Il en est de même pour le virtuose
tunisien Taraq Diab en coupe du monde 1978. Leur
héritier « arabe », Karim
Benzema et Marwane Felleini de la Belgique
sont plus à l’aise aujourd’hui. Entre temps il ya eu des phénomènes comme les
algériens Rabah Madjer, Lakhdar Belloumi et les marocains Aziz Bouderbala et Mouhamed Timoumi. Au
reste le roi du Ballon Edson Arantes Do
Nascimento dit « Pelé » (Une apparition
qui a inventé des choses que l’on répète aujourd’hui sur tous les terrains du
monde) raconte encore aujourd’hui, avec un brin d’ironie, que lors de la
fameuse coupe du monde organisée par la Suède en 1958, des supporters suédois
le suivaient partout dans les rues, promenant leurs petites mains blanches dans
sa chevelure crépue de nègre, histoire de voir si la couleur noire pouvait tacher
leurs mains. Ils n’ont jamais vu de noir de leur vie, les pauvres !
Les noirs ont toujours été là mais pas tant
que ça. Léonidas le brésilien est
la première perle noire du football mondial. Meilleur butteur du mondial de
1938, il est l’auteur d’une des plus longues carrières du football (1929-1951).

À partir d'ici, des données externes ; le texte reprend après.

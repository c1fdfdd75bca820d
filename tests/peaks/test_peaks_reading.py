"""Files, tables, numbers and records as peak lists; everything that cannot be one gets its own message."""

import pickle
from pathlib import Path

import numpy as np
import pytest

from shiftpred.errors import PeakError
from shiftpred.peaks import PeakListError, parse_peaks
from shiftpred.records import Peak, PeakList

# nucleus, text, what the message says
BAD = [
    ("1H", "7,26", "'7,26': decimal comma.*Try: write 7.26"),
    ("1H", "7,26 4,38", "decimal comma.*and 1 more"),
    ("13C", "166,6; 132,8", "decimal comma"),
    ("13C", "166.6, 128,4, 60.9", "character 8.*'128,4': decimal comma"),
    ("1H", "4.38 (q, J = 7,1 Hz, 2H)", "'J = 7,1' may be a decimal comma"),
    ("13C", "166.6 abc, 12.0", "character 7.*'abc': not a number"),
    ("13C", "166.6, 132.8\n60.9, x14.3", "line 2, character 7.*'x14.3': not a number"),
    ("13C", "77.2 (t, J = 32", "bracket that is not closed.*close the bracket"),
    ("13C", "128.4/7", "'/' must be followed by the number of hydrogens.*128.4/1"),
    ("1H", "7.34/2", "'/' must be followed by the 13C shift"),
    ("1H", "1.47/1.40 (2s, 9H)", "two shifts of one nucleus, or a C-H pair"),
    ("13C", "60.9/29.5", "paired 1H shift 29.5 is outside"),
    ("1H", "7.54–42 (m)", "abbreviated range"),
    ("1H", "7.54 -7.42 (m, 2H)", "a range or a negative shift"),
    ("1H", "7.26-4.12-1.26", "more than two ends"),
    ("13C", "166.6-14.3", "range wider than 40 ppm"),
    ("13C", "1.2.3, 4.0", "two decimal points"),
    ("1H", "2 × 7.26", "count before a 1H shift"),
    ("1H", "7.26 × 2", "count behind a 1H shift"),
    ("1H", "13C NMR (CDCl3) δ 7.2", "heading says 13C.*other nucleus"),
    ("13C", "19F NMR (376 MHz) δ -107.5", "heading says 19F"),
    ("13C", "13C NMR δ 166.6, 60.9; 1H NMR δ 7.2; 13C NMR δ 21.0", "second 13C heading"),
    ("13C", "", "an empty list"),
    ("13C", "  \n ", "an empty list"),
    ("13C", "13C NMR (101 MHz, CDCl3) δ", "no peak"),
    ("13C", "none", "'none': not a number"),
    ("1H", "166.6, 132.8, 60.9", "look like a 13C list.*--c13"),
    ("13C", "7.3, 3.3, 1.2, 0.9", "look like a 1H list.*--h1"),
    ("13C", "4.38 (q, J = 7.1 Hz, 2H), 1.39 (t, 3H)", "look like a 1H list"),
    ("1H", "2904.3, 1700.1", "Hz instead of ppm.*and 1 more.*frequency"),
    ("13C", "512.0", "Hz instead of ppm"),
    ("1H", "7.26, 128.4", "peak 2.*outside any 1H range"),
    ("13C", "-166.6, -132.8, -160.1", "outside any range.*hyphens"),
    ("13C", "166.6 0.45\n132.8 1.2\n60.9 0.9", "table without a heading.*shift_ppm,integral"),
    ("13C", "missing.txt", "no such file"),
    ("13C", "folder/missing.csv", "no such file"),
    ("1H", "7.2 7.2kHz", "not understood"),
    ("13C", "shift_ppm,attached_h\n166.6,4\n60.9,2\n", "line 2.*attached_h is not a whole number from 0 to 3"),
    ("13C", "shift_ppm,attached_h\n,1\n", "shift_ppm is blank"),
    ("13C", "shift_ppm,attached_h\nabc,1\n", "'abc' is not a number"),
    ("13C", "shift_ppm,attached_h\n166,6,0\n", "more cells than columns: decimal comma"),
    ("1H", 'shift_ppm,integral\n"7,26",1\n', "decimal comma in shift_ppm"),
    ("1H", "shift_ppm;integral\n7.26;-1\n", "integral is not positive"),
    ("1H", "shift_ppm;integral\nnan;1\n", "not finite"),
    ("13C", "shift,ppm\n1,2\n", "two columns for shift_ppm"),
    ("13C", "shift_ppm,attached_h\n", "no peak"),
    ("13C", "1H\n7.2\n3.3\n", "heading says 1H"),
]


@pytest.mark.parametrize("nucleus, text, message", BAD)
def test_what_cannot_be_read_is_named(nucleus, text, message):
    with pytest.raises(PeakError, match=f"(?s){message}") as caught:
        parse_peaks(text, nucleus)
    assert ": got " in str(caught.value) and "; expected " in str(caught.value) and ". Try: " in str(caught.value)
    assert caught.value.problems and all(len(p) == 3 for p in caught.value.problems)


def test_messages_differ():
    messages = []
    for nucleus, text, _ in BAD:
        with pytest.raises(PeakError) as caught:
            parse_peaks(text, nucleus)
        messages.append(str(caught.value))
    assert len(set(messages)) >= len(BAD) - 1  # the two empty lists read alike


def test_all_problems_are_listed_with_their_places():
    with pytest.raises(PeakListError) as caught:
        parse_peaks("166.6, foo, 132.8, bar", "13C")
    assert [p[:2] for p in caught.value.problems] == [("character 8", "foo"), ("character 20", "bar")]
    assert "and 1 more" in str(caught.value)
    assert pickle.loads(pickle.dumps(caught.value)).problems == caught.value.problems


def test_places_count_in_the_text_as_given():
    with pytest.raises(PeakError, match="character 16"):
        parse_peaks("\u200b166.6\u2009–\u00a0165, \u2009foo", "13C")


def test_numbers_and_records():
    found = parse_peaks(
        [166.6, (132.8, 1), "165.7 (d, J = 254 Hz)", {"shift_ppm": 60.9, "attached_h": 2}, np.float64(14.3)], "13C"
    )
    assert [p.shift_ppm for p in found.peaks] == [166.6, 132.8, 165.7, 60.9, 14.3]
    assert [p.attached_h for p in found.peaks] == [None, 1, None, 2, None]
    assert found.peaks[2].couplings_hz == (254,) and [p.position for p in found.peaks] == [1, 2, 3, 4, 5]
    assert len(parse_peaks(np.array([7.26, 4.38]), "1H").peaks) == 2
    peak = Peak("1H", 7.5, 7.4, 7.6, hydrogens=5)
    assert parse_peaks([peak], "1H").peaks[0].hydrogens == 5
    assert parse_peaks(found, "13C").peaks == found.peaks


@pytest.mark.parametrize(
    "nucleus, items, message",
    [
        ("1H", [1.0, "x"], "peak 2.*not a number"),
        ("1H", [float("nan")], "not a finite number"),
        ("1H", [float("inf")], "not a finite number"),
        ("1H", [True], "not a number"),
        ("1H", [None], "not a number"),
        ("1H", [(7.2, 1)], "for 13C only"),
        ("13C", [(128.4, 4)], "0, 1, 2 or 3"),
        ("13C", [(128.4, 1.5)], "0, 1, 2 or 3"),
        ("13C", [(128.4, 1, 2)], "not a pair"),
        ("13C", [Peak("1H", 7.2, 7.2, 7.2)], "a 1H peak in a 13C list"),
        ("13C", [Peak("13C", float("nan"), 1.0, 1.0)], "not a finite number"),
        ("13C", ["166.6, 60.9"], "2 peaks in one item"),
        ("13C", [], "an empty list"),
        ("13C", 166.6, "a float"),
        ("13C", b"166.6", "a bytes"),
        ("13C", PeakList("1H", ()), "a 1H peak list"),
        ("13C", [1.0] * 2001, "more than 2,000"),
        ("13N", [1.0], "'13C' or '1H'"),
    ],
)
def test_items_that_are_no_peaks(nucleus, items, message):
    with pytest.raises(PeakError, match=message) as caught:
        parse_peaks(items, nucleus)
    assert caught.value.problems


def test_limits():
    with pytest.raises(PeakError, match="at most 2,000"):
        parse_peaks(", ".join(["128.0"] * 2001), "13C")
    with pytest.raises(PeakError, match="at most 200,000"):
        parse_peaks("1" * 200_001, "13C")
    assert len(parse_peaks(", ".join(["128.0"] * 2000), "13C").peaks) == 2000


@pytest.mark.parametrize(
    "text", ["1.0 " + "(" * 190_000, "δ" * 190_000, "13C NMR " * 20_000, "1 1\n" * 45_000, "J = " * 45_000]
)
def test_hostile_texts_end_soon(text):
    """Each of these once took ten seconds or more; the limit is generous for a busy machine."""
    import time

    start = time.process_time()
    with pytest.raises(PeakError):
        parse_peaks(text, "1H")
    assert time.process_time() - start < 5


def test_unusual_shifts_and_doubles_are_noted():
    assert "listed twice" in parse_peaks("128.4, 128.4", "13C").notes[0]
    assert "unusual" in parse_peaks("-139.9", "13C").notes[0]  # triiodomethane, from memory
    assert "unusual" in parse_peaks("-12.5, 7.3", "1H").notes[0]  # a metal hydride


def test_a_list_that_was_read_before_is_checked_and_notes_stay_single():
    once = parse_peaks("128.4, 128.4", "13C")
    assert parse_peaks(once, "13C") == once
    by_hand = PeakList("1H", (Peak("1H", 7.2, 7.2, 7.2), Peak("1H", 128.4, 128.4, 128.4)), notes=("by hand",))
    with pytest.raises(PeakError, match="peak 2"):
        parse_peaks(by_hand, "1H")


def test_where_names_the_argument():
    with pytest.raises(PeakError, match="^sample 7, c13, character 1: "):
        parse_peaks("x", "13C", where="sample 7, c13")


# Files.


def test_file_with_journal_text(tmp_path):
    path = tmp_path / "peaks.txt"
    path.write_bytes("\ufeff13C NMR δ 166.6,\r\n132.8".encode())
    assert [p.shift_ppm for p in parse_peaks(path, "13C").peaks] == [166.6, 132.8]
    path.write_bytes("1H NMR δ 7.54–7.42 (m, 2H)".encode("utf-16"))
    assert parse_peaks(str(path), "1H").peaks[0].is_range
    path.write_bytes(b"7.54\x967.42 (m, 2H)")  # the en dash of an old Windows code page
    assert parse_peaks(path, "1H").peaks[0].is_range


@pytest.mark.parametrize(
    "content, message",
    [
        (b"", "empty list"),
        (b"PK\x03\x04\0\0\0\0", "binary file"),
        (b"##TITLE= spectrum\n##JCAMP-DX= 5.0\n", "JCAMP-DX"),
        (b"1" * 900_000, "900,000 bytes"),
    ],
)
def test_files_that_are_no_lists(tmp_path, content, message):
    path = tmp_path / "peaks.dat"
    path.write_bytes(content)
    with pytest.raises(PeakError, match=message):
        parse_peaks(path, "13C")


def test_damaged_archive_and_folder(tmp_path):
    path = tmp_path / "peaks.txt.gz"
    path.write_bytes(b"no gzip")
    with pytest.raises(PeakError, match="cannot be read"):
        parse_peaks(path, "13C")
    with pytest.raises(PeakError, match="folder"):
        parse_peaks(str(tmp_path), "13C")
    with pytest.raises(PeakError, match="no such file"):
        parse_peaks(Path("nowhere"), "13C")


# Tables.


def test_columns_in_any_order_and_unknown_ones_noted():
    found = parse_peaks("assignment,Multiplicity,shift_ppm,attached_h,comment\n4;5,s,166.6,0,x\n2,t,60.9,2,y\n", "13C")
    assert found.peaks[0].assignment == (4, 5) and found.peaks[1].attached_h == 2 and found.peaks[1].multiplicity == "t"
    assert "comment" in found.notes[0]


def test_only_numbers_are_atom_numbers():
    found = parse_peaks("shift,assignment\n166.6,C-4\n60.9,2\n", "13C")
    assert [p.assignment for p in found.peaks] == [(), (2,)] and "label" in found.notes[0]


@pytest.mark.parametrize(
    "heading", ["δ (ppm)\tIntegral\tMult.\tJ (Hz)", "ppm\tintegral\tmultiplicity\tj_hz", "1H\tnH\tmult\tJ"]
)
def test_headings_in_many_spellings(heading):
    found = parse_peaks(f"{heading}\n7.54-7.42\t2H\tm\t\n4.38\t2\tquartet\t7.1\n", "1H")
    one, other = found.peaks
    assert (one.lower_ppm, one.upper_ppm, one.hydrogens) == (7.42, 7.54, 2)
    assert (other.multiplicity, other.couplings_hz) == ("q", (7.1,)) and not found.notes


@pytest.mark.parametrize("nucleus, shift, pair", [("13C", 60.9, 4.38), ("1H", 4.38, 60.9)])
def test_table_of_pairs(nucleus, shift, pair):
    peak = parse_peaks("13C,1H\n60.9,4.38\n14.3,1.39\n", nucleus).peaks[0]
    assert (peak.shift_ppm, peak.pair_ppm) == (shift, pair)


def test_comments_carry_the_conditions():
    found = parse_peaks("# CDCl3, 101 MHz\nshift_ppm carbons\n166.6 1\n129.5 2\n", "13C")
    assert (found.solvent, found.frequency_mhz) == ("CDCl3", 101) and found.peaks[1].carbons == 2


def test_delta_above_a_list_is_no_table():
    assert parse_peaks("δ\n7.5 (m, 2H)\n4.3 (q, 2H)", "1H").peaks[0].hydrogens == 2
    assert len(parse_peaks("ppm\n166.6\n60.9", "13C").peaks) == 2


def test_all_bad_rows_are_listed():
    with pytest.raises(PeakListError) as caught:
        parse_peaks("shift_ppm,attached_h\n166.6,4\n60.9,2\nabc,2\n", "13C")
    assert [p[0] for p in caught.value.problems] == ["line 2", "line 4"]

Le surdoué Larbi Ben Barek, dribleur hors pair, est l’autre
perle noire qui n’a jamais disputé de coupe du monde et pour cause. Mais il est
le
premier grand footballeur Africain de renommée mondiale bien avant le
Mozambicain Eusebio (auteur de neuf buts en coupe du monde avec le Portugal). Sans nul doute l’un des meilleurs footballeurs de tous les temps,
très méconnu même parmi les aficionados du ballon rond aujourd’hui. Marocain de nationalité, il a effectué
la plus longue carrière en équipe de France (1938-1954). Pelé dira de lui « si je suis le roi du football Ben Barek en est le dieu.» Cela
laisse deviner tout le talent de cet attaquant qui a d’abord joué au milieu. L’immense Salif Keita le malien, sociétaire de l’AS Saint-Etienne, l’un
des meilleurs footballeurs africain de tous les temps, n’a pas eu la chance
de disputer une coupe du monde. Rappelons que Didi, l’un des membres du célèbre
quatuor magique brésilien (Pelé, Didi, Vava, Garrincha) est noir jusqu’aux
orteils.
Ce cosmopolitisme racial, cette fête du football montre peut-être
que le monde tente d’aller paradoxalement au-delà des races, se situer dans l’entre-deux.

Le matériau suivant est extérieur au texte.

"""Names of solvents in all spellings, their lines against the published table, impurities only as coherent sets."""

import csv
import hashlib
import runpy
from pathlib import Path

import pytest

import shiftpred.peaks
from shiftpred.bundles.locations import find_datasets
from shiftpred.errors import SettingError
from shiftpred.peaks import (
    find_known_set,
    impurity_sets,
    is_deuterated_exchange,
    name_leftovers,
    normalise_solvent,
    reference_line,
    solvent_lines,
    water_line,
)
from shiftpred.peaks.solvents import load_table

WITH_COLUMN = ("CDCl3", "DMSO-d6", "CD3OD", "D2O", "acetone-d6", "C6D6", "CD3CN")
OWN = {
    *(f"{s} (solvent)" for s in WITH_COLUMN),
    *("CHCl3 in CDCl3 (residual)", "DMSO-d5 (residual)", "CHD2OD (residual)", "acetone-d5 (residual)", "C6D5H (residual)"),
    *("CHD2CN (residual)", "HDO (residual)", "water"),
}
"""Rows of the measured table that are lines of the solvent itself."""
ETHYL_ACETATE = {"13C": [171.36, 60.49, 21.04, 14.19], "1H": [4.12, 2.05, 1.26]}
"""In CDCl3 (Gottlieb 1997, Fulmer 2010)."""


@pytest.mark.parametrize(
    "text, name",
    [
        ("CDCl3", "CDCl3"),
        ("CDCl₃", "CDCl3"),
        ("chloroform-d", "CDCl3"),
        ("Deuterochloroform", "CDCl3"),
        ("CDCl3 + TMS", "CDCl3"),
        ("CDCl3/TMS (0.03 % v/v)", "CDCl3"),
        ("[D6]DMSO", "DMSO-d6"),
        ("[2H6]DMSO", "DMSO-d6"),
        ("DMSO-d₆", "DMSO-d6"),
        ("d6-DMSO", "DMSO-d6"),
        ("(CD3)2SO", "DMSO-d6"),
        ("MeOD", "CD3OD"),
        ("methanol-d4", "CD3OD"),
        ("CD3OD", "CD3OD"),
        ("[D4]methanol", "CD3OD"),
        ("(CD3)2CO", "acetone-d6"),
        ("acetone-d₆", "acetone-d6"),
        ("benzene-d6", "C6D6"),
        ("MeCN-d3", "CD3CN"),
        ("cd2cl2", "CD2Cl2"),
        ("THF-d8", "THF-d8"),
        ("D₂O", "D2O"),
        ("H2O/D2O 9:1", "D2O"),
        ("Pyridine-d5", "pyridine-d5"),
        ("toluene-d8", "toluene-d8"),
        ("trifluoroacetic acid-d", "TFA-d"),
        ("DMF-d7", "DMF-d7"),
        ("1,1,2,2-tetrachloroethane-d2", "C2D2Cl4"),
        ("CDCl3/CD3OD 1:1", "mixture"),
        ("CDCl3 and DMSO-d6", "mixture"),
        (None, None),
        ("  ", None),
    ],
)
def test_spellings(text, name):
    assert normalise_solvent(text) == name


@pytest.mark.parametrize("text", ["brine", "CDCl3/brine", "7", "/"])
def test_unknown_solvent_lists_the_names(text):
    with pytest.raises(SettingError, match="CDCl3.*DMSO-d6"):
        normalise_solvent(text)


def test_a_name_is_its_own_spelling():
    names = {line.solvent for n in ("13C", "1H") for s in WITH_COLUMN for line in solvent_lines(s, n)}
    assert {normalise_solvent(name) for name in names} == names == set(WITH_COLUMN)


def read_measured():
    with open(find_datasets() / "measured_shifts" / "assigned_shifts.csv", encoding="utf-8", newline="") as handle:
        return list(csv.DictReader(handle))


def test_lines_against_the_published_table():
    """Gottlieb 1997, Fulmer 2010 (transcribed): solvent, residual and water lines."""
    seen = set()
    for row in read_measured():
        shift, solvent = float(row["shift_ppm"]), row["solvent"]
        if "(solvent)" in row["name"] and "Babij" not in row["source"]:
            assert shift in [x.shift_ppm for x in solvent_lines(solvent, "13C")]
            seen.add(solvent)
        if "(residual)" in row["name"]:
            assert shift in [x.shift_ppm for x in solvent_lines(solvent, "1H")]
        if row["name"] == "water":
            assert water_line(solvent).shift_ppm == shift
    assert seen == set(WITH_COLUMN) - {"D2O"}
    assert reference_line("CDCl3", "13C") == 77.16 and reference_line(None, "13C") is None


def test_every_row_has_a_source_and_says_whether_it_was_seen():
    for solvent in (*WITH_COLUMN, None):
        for entry in impurity_sets(solvent):
            assert entry.source and entry.verified in ("transcription", "memory")
    with pytest.raises(ValueError, match="columns"):
        load_table("solvents.csv", ("solvent",))


def test_table_is_what_the_rules_make_of_the_measured_shifts():
    build = runpy.run_path(str(find_datasets() / "solvents_and_impurities" / "build_tables.py"))
    assert build["TARGET"].read_text(encoding="utf-8") == build["build_text"]()


def test_card_states_the_check_sums():
    folder = find_datasets() / "solvents_and_impurities"
    card = (folder / "README.md").read_text(encoding="utf-8")
    tables = Path(shiftpred.peaks.__file__).parent / "tables"
    for path in (tables / "impurities.csv", tables / "solvents.csv", tables / "sources.csv", folder / "additions.csv"):
        assert hashlib.sha256(path.read_bytes()).hexdigest() in card, path.name


def test_every_line_that_was_seen_is_in_the_measured_table():
    measured = {(r["name"], r["solvent"], r["nucleus"], float(r["shift_ppm"])) for r in read_measured()}
    seen = [
        (s.name, s.solvent, x.nucleus, x.shift_ppm)
        for solvent in WITH_COLUMN
        for s in impurity_sets(solvent)
        for x in s.all_lines
        if x.verified == "transcription"
    ]
    assert len(seen) > 1500 and set(seen) <= measured
    own = [
        line
        for s in WITH_COLUMN
        for n in ("13C", "1H")
        for line in (*solvent_lines(s, n), *([water_line(s)] if n == "1H" else ()))
    ]
    verified = {(r["solvent"], r["nucleus"], float(r["shift_ppm"])): r["verified"] for r in read_measured() if r["name"] in OWN}
    for line in own:
        assert line.verified == verified[line.solvent, line.nucleus, line.shift_ppm], line


def test_suspected_misprints_are_not_in_the_table():
    for row in read_measured():
        if "suspect" in row["note"] and row["name"] != "BHT":
            for entry in impurity_sets(row["solvent"]):
                assert entry.name != row["name"] or float(row["shift_ppm"]) not in entry.lines.get(row["nucleus"], ())
    pyridine = next(s for s in impurity_sets("CD3CN") if s.name == "pyridine")
    assert 124.77 in pyridine.lines["13C"] and 127.76 not in pyridine.lines["13C"]


def test_sets_are_whole():
    sets = {s.name: s for s in impurity_sets("CDCl3")}
    assert len(sets) >= 85
    assert len(sets["N,N-dimethylformamide"].lines["13C"]) == 3 and len(sets["toluene"].lines["13C"]) == 5
    assert not sets["ethyl acetate"].incomplete and sets["triphenylphosphine oxide"].incomplete == ("13C",)
    assert 1.32 not in sets["ethanol"].lines["1H"] and any(x.labile for x in sets["ethanol"].all_lines)
    assert not any(x.labile for s in impurity_sets("CD3OD") for x in s.all_lines)


def test_the_solvent_is_no_impurity_in_itself():
    assert "chloroform" not in {s.name for s in impurity_sets("CDCl3")}
    assert "chloroform" in {s.name for s in impurity_sets("DMSO-d6")}


def test_values_are_borrowed_where_the_solvent_has_no_column():
    sets = {s.name: s for s in impurity_sets("toluene-d8")}
    assert sets["ethyl acetate"].borrowed and sets["ethyl acetate"].solvent == "C6D6"
    assert {s.name: s for s in impurity_sets("CD2Cl2")}["ethyl acetate"].solvent == "CDCl3"
    own = {s.name: s for s in impurity_sets("CDCl3")}["ethyl acetate"]
    assert not own.borrowed and own.all_lines[0].tolerance_ppm < sets["ethyl acetate"].all_lines[0].tolerance_ppm
    assert "n-hexane" not in {s.name for s in impurity_sets("D2O")}


# Naming.


def test_ethyl_acetate_only_as_a_whole():
    lines = ETHYL_ACETATE["13C"]
    assert set(name_leftovers({"13C": lines}, "CDCl3").values()) == {"ethyl acetate"}
    for k in range(4):
        left_out = [x for i, x in enumerate(lines) if i != k]
        assert "ethyl acetate" not in name_leftovers({"13C": left_out}, "CDCl3").values()
    hidden = name_leftovers({"13C": lines[:3]}, "CDCl3", {"13C": [14.3]})
    assert list(hidden.values()) == ["ethyl acetate"] * 3


def test_ethyl_benzoate_wet_with_ethyl_acetate():
    """Bench case 1; the assigned lines are of ethyl benzoate, from memory."""
    own = [166.6, 132.8, 130.5, 129.5, 128.3, 60.9, 14.3]
    labels = name_leftovers({"13C": ETHYL_ACETATE["13C"]}, "CDCl3", {"13C": own})
    assert labels == {("13C", k): "ethyl acetate" for k in range(4)}


def test_both_nuclei_must_be_there_when_both_were_measured():
    assert not name_leftovers({"13C": ETHYL_ACETATE["13C"], "1H": []}, "CDCl3")
    both = name_leftovers(ETHYL_ACETATE, "CDCl3")
    assert len(both) == 7 and set(both.values()) == {"ethyl acetate"}


def test_a_trace_that_only_the_1h_spectrum_shows_is_called_possible():
    labels = name_leftovers({"13C": [], "1H": ETHYL_ACETATE["1H"]}, "CDCl3")
    assert set(labels.values()) == {"possibly ethyl acetate"} and len(labels) == 3


def test_acetone_needs_both_carbons_and_one_proton_line_is_only_possible():
    assert set(name_leftovers({"13C": [207.07, 30.92]}, "CDCl3").values()) == {"acetone"}
    assert not name_leftovers({"13C": [207.07]}, "CDCl3")
    assert name_leftovers({"1H": [2.17]}, "CDCl3") == {("1H", 0): "possibly acetone"}


def test_solvent_and_water():
    """Paracetamol's leftovers in DMSO-d6, bench case 3."""
    labels = name_leftovers({"13C": [39.5], "1H": [2.50, 3.33]}, "DMSO-d6")
    assert labels == {("13C", 0): "solvent DMSO-d6", ("1H", 0): "solvent DMSO-d6", ("1H", 1): "water"}


@pytest.mark.parametrize("solvent", [s for s in WITH_COLUMN if s != "D2O"])
def test_water_at_its_place_in_each_solvent(solvent):
    assert name_leftovers({"1H": [water_line(solvent).shift_ppm + 0.04]}, solvent) == {("1H", 0): "water"}


def test_every_line_of_the_solvents_multiplet():
    """The triplet of CDCl3 at 101 MHz: 77.16 and 0.32 ppm to both sides."""
    labels = name_leftovers({"13C": [77.48, 77.16, 76.84, 78.5]}, "CDCl3", frequency_mhz=101)
    assert labels == {("13C", k): "solvent CDCl3" for k in range(3)}


def test_offset_is_taken_off_first():
    lines = [x + 1.0 for x in ETHYL_ACETATE["13C"]]
    assert not name_leftovers({"13C": lines}, "CDCl3")
    assert set(name_leftovers({"13C": lines}, "CDCl3", offset={"13C": 1.0}).values()) == {"ethyl acetate"}


def test_grease_reference_and_counter_ions():
    assert set(name_leftovers({"1H": [1.26, 0.86], "13C": [29.76]}, "CDCl3").values()) == {"hydrocarbon grease"}
    assert name_leftovers({"1H": [0.0]}, "CDCl3") == {("1H", 0): "possibly tetramethylsilane"}
    assert set(name_leftovers({"13C": [158.2, 116.9]}, "DMSO-d6").values()) == {"trifluoroacetate"}
    assert set(name_leftovers({"13C": [171.2], "1H": [8.40]}, "D2O").values()) == {"formate"}
    amine = name_leftovers({"13C": [46.1, 8.5], "1H": [3.05, 1.30]}, "CDCl3")
    assert set(amine.values()) == {"triethylammonium"} and len(amine) == 4


def test_labile_hydrogens_are_not_asked_for():
    """Ethanol in CDCl3 without its O-H (1.32): 3.72, 1.25; 58.28, 18.41 (Gottlieb 1997)."""
    labels = name_leftovers({"13C": [58.28, 18.41], "1H": [3.72, 1.25]}, "CDCl3")
    assert set(labels.values()) == {"ethanol"} and len(labels) == 4


@pytest.mark.parametrize("solvent", WITH_COLUMN)
def test_every_set_is_named_when_all_its_lines_are_there(solvent):
    """Each impurity alone, its own published lines as leftovers: it, or one that cannot be told from it, gets the name."""
    for entry in impurity_sets(solvent):
        if len([x for v in entry.lines.values() for x in v]) < 2:
            continue
        labels = name_leftovers({n: list(v) for n, v in entry.lines.items()}, solvent)
        assert all((n, k) in labels for n, v in entry.lines.items() for k in range(len(v))), entry.name
        ways = {entry.name, "water", f"solvent {solvent}"}
        if not set(labels.values()) & ways:
            twin = next(s for s in impurity_sets(solvent) if any(s.name in label for label in labels.values()))
            assert all(any(abs(x - y) <= 2 * 1.5 for y in twin.lines.get(n, ())) for n, v in entry.lines.items() for x in v), (
                entry.name
            )


def test_unknown_line_stays_unnamed():
    assert name_leftovers({"13C": [99.0], "1H": [6.15]}, "CDCl3") == {}


def test_exchange_and_known_sets():
    assert is_deuterated_exchange("CD3OD") and is_deuterated_exchange("D2O") and not is_deuterated_exchange("DMSO-d6")
    assert find_known_set("O(CC)C(C)=O", "CDCl3").name == "ethyl acetate"
    assert find_known_set("OC(=O)C(F)(F)F", "DMSO-d6").name == "trifluoroacetate"
    assert find_known_set("CC(=O)[O-]", "D2O").name == "acetate" and find_known_set("CC(=O)O", "D2O").name == "acetic acid"
    assert find_known_set(r"OC(=O)/C=C\C(O)=O", "DMSO-d6").name == "maleate"
    assert find_known_set("no structure", "CDCl3") is None and find_known_set("CCCCCCCCCCCCCCCCO", "CDCl3") is None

C’est là où réside la puissance subversive et la dimension politique du
football. Le football est un insolent
pied de nez contre les crispations identitaires.Le sport roi possède ce
pouvoir magique de traverser les interstices des différentes cultures pour
offrir une image diffuse et continue de la civilisation contemporaine. Un avis aux
racistes de tout bord, qu’ils soient blancs, noirs, jaunes ou rouges.